● **Input records**:
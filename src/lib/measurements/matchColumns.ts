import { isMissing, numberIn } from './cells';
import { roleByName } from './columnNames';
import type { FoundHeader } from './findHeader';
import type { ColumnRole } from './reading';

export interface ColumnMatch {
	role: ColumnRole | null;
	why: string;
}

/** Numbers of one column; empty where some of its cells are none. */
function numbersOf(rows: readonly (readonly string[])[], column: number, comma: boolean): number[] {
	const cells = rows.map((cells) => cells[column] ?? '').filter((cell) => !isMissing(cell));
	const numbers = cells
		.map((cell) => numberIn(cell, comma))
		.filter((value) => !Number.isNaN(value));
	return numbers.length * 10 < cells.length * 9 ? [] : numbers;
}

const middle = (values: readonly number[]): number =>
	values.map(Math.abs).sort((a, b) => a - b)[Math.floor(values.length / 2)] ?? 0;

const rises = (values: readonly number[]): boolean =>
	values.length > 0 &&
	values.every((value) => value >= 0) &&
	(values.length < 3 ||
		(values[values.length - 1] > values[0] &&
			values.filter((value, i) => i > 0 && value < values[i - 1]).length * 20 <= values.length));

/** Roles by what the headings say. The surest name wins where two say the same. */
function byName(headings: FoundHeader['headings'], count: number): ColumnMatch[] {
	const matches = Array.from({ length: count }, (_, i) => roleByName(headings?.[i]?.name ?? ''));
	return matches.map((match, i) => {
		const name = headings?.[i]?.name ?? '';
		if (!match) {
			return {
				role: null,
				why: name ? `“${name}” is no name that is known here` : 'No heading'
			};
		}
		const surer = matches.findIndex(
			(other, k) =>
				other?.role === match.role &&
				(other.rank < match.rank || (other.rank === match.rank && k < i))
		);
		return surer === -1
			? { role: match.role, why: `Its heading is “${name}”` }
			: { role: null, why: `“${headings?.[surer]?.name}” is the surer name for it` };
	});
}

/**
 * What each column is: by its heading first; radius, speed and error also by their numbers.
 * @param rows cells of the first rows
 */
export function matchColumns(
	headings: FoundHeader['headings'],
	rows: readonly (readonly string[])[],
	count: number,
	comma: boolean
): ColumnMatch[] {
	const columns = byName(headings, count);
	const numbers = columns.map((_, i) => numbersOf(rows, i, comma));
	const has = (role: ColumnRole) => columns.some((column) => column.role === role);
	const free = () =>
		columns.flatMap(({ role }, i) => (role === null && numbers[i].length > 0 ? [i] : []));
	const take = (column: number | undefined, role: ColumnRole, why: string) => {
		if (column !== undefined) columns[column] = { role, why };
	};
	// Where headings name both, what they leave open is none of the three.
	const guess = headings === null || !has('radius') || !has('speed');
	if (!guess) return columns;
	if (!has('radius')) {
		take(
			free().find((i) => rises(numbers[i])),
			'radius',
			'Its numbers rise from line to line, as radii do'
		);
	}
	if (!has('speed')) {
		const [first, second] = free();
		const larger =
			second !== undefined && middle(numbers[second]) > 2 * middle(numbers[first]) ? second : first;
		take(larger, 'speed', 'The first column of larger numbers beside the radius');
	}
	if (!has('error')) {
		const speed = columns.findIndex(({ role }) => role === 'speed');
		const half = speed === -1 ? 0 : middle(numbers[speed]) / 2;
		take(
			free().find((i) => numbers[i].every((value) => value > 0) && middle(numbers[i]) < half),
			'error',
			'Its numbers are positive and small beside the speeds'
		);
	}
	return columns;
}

● **What the task asks**: Reproduce only the lines from the top of the material through the one bearing "const numbers = cells", each exactly as it stands.

● **Reply**:
filename src/lib/measurements/matchColumns.ts
import { isMissing, numberIn } from './cells';
import { roleByName } from './columnNames';
import type { FoundHeader } from './findHeader';
import type { ColumnRole } from './reading';

export interface ColumnMatch {
	role: ColumnRole | null;
	why: string;
}

/** Numbers of one column; empty where some of its cells are none. */
function numbersOf(rows: readonly (readonly string[])[], column: number, comma: boolean): number[] {
	const cells = rows.map((cells) => cells[column] ?? '').filter((cell) => !isMissing(cell));
	const numbers = cells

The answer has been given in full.